Proponents of less stringent media ownership rules frequently cite the Internet to demonstrate greater competition and access, and an increased number of voices in the market. But while acknowledging the tremendous growth of online media and its effect on society, the emergence of the Internet still isn’t reason enough to ease the regulations. The true power of broadcast companies lies in the license to use public spectrum. In this Internet era, television and radio stations are increasing in value. And in reality, few (if any) online media ventures based on content have become financially successful. Instead, those that are viable are websites owned wholly or partly by the larger media corporations.

In regard to the Internet, though, media consolidation is becoming a concern, too. Companies such as Google, Microsoft, Yahoo!, IAC, NewsCorp and AOL have the vast majority of holdings related to online ventures. At some point rules surrounding online ownership may become necessary, just as they have been in the world of traditional media.

Conclusion
This latest FCC rule change seems to fall in line with the recent attempts to cater to media conglomerates over the public’s best interests. This is all the more reason for congress to over-turn the FCC’s December ruling, much like it did in 2003.

What is truly required is a comprehensive assessment of media ownership and trends, which would include a thorough examination of the various broadcast, newspaper and online components. The piecemeal approach of the recent FCC plans merely serves an influential minority of moneyed interests. The current administration is politically weak, but is nonetheless seeking to pass corporate-friendly laws that have little public support.

Arguably there are more pressing issues the FCC should attend to, including improving coverage of local events and greater ownership of stations by companies controlled by women and minorities. These relevant matters need to be considered in an analysis of the media in the US.

Congress should kill the latest FCC decision and require an expansive appraisal of the current state of the media. Recommendations from this report can become the basis for future communications actions, which a new presidential administration can consider beginning in 2009.

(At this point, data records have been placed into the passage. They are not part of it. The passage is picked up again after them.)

func (s *segLayer) Plot(c draw.Canvas, p *plot.Plot) {
	trX, trY := p.Transforms(&c)
	for _, g := range s.segs {
		c.StrokeLines(s.style, c.ClipLinesXY([]vg.Point{{X: trX(g[0]), Y: trY(g[1])}, {X: trX(g[2]), Y: trY(g[3])}})...)
	}
}

func (s *segLayer) Thumbnail(c *draw.Canvas) {
	y := c.Center().Y
	c.StrokeLine2(s.style, c.Min.X, y, c.Max.X, y)
}

// BasinPlot draws an estimate in the plane of two states (plane names
// them; the first two when it is empty), the others at the equilibrium:
// the boundary of the certified sublevel set {V = c_lo} in that slice, the
// curve V̇ = 0 there, the counterexample (projected onto the plane when the
// model has more states), and trajectories of the Dormand–Prince
// integrator, in every state, from points of the slice just inside the set
// (solid) and just outside {V ≤ c_hi} (dashed), drawn projected onto the
// plane. The picture is float64 and proves nothing.
func BasinPlot(res *basin.Result, format string, plane ...string) ([]byte, error) {
	m := res.Direct.Model
	if len(res.Params) > 0 {
		return nil, fmt.Errorf("the plot needs every parameter fixed (free: %s)", strings.Join(res.Params, ", "))
	}
	if len(m.States) < 2 {
		return nil, fmt.Errorf("the plot needs at least two states, the model has %d", len(m.States))
	}
	ij, err := planeOf(m.States, plane)
	if err != nil {
		return nil, err
	}
	var fs [][]*big.Rat
	for _, i := range ij {
		fs = append(fs, []*big.Rat{res.Box[i].Lo.Value, res.Box[i].Hi.Value})
	}
	s := newBasinScene(m.States, res.Direct.V.Num, res.Direct.Vdot.Num, m.F, res.Equilibrium, res.Level, fs, ij)
	if res.SProcedure != nil {
		s.frame = "box searched"
	}
	s.title = fmt.Sprintf("Region of attraction: {V ≤ %s} certified", dec(res.Level))
	if res.Upper != nil {
		s.title += fmt.Sprintf(", c_hi = %s", dec(res.Upper))
		s.upper, _ = res.Upper.Float64()
		for _, i := range ij {
			x, _ := res.Counterexample[i].Float64()
			s.counter = append(s.counter, x)
		}
	}
	if len(m.States) > 2 {
		var fixed []string
		for k, name := range m.States {
			if k != ij[0] && k != ij[1] {
				fixed = append(fixed, name+" = "+res.Equilibrium[k].RatString())
			}
		}
		s.title += "\nslice " + strings.Join(fixed, ", ")
		s.projected = true
	}
	return renderPlot(6*vg.Inch, 6*vg.Inch, format, func(c draw.Canvas) { s.plot().Draw(c) })
}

Current FCC member Michael Copps says that the media consolidation debate is crucial to society. “At stake… are our core values of localism, diversity, competition and maintaining the multiplicity of voices and choices that undergird our marketplace of ideas and that sustain American democracy.” The US congress would do well to respect this viewpoint, and invalidate this latest attempt to modify the existing media ownership rules.

Comments»

1. Marc Levitt - February 10, 2008

Congress should invalidate this latest attempt not only to modify the existing media ownership rules, but place in the hands of few media and corporate conglomerates the power, in the name of “progress,” to undercut and/ or eliminate the ability of localities to express their views and differences in opinion.

“Progress” too often is championed whenever there is any technical advance made. Such advances are then touted as inherently superior to whatever came before, and two results of this are that we as people feel more dependent upon “experts” to tell us what to do and how to live, and the power, not to mention money, flows into fewer and fewer corporations or conglomerates who then can tell us how to think and live, and what we should believe or value.

Clearly this is the opposite of the the role the FCC was created to protect in the Communications Act of 1934, the diversity of opinions and local viewpoints the FCC was supposed to protect, all in the name of “progress.”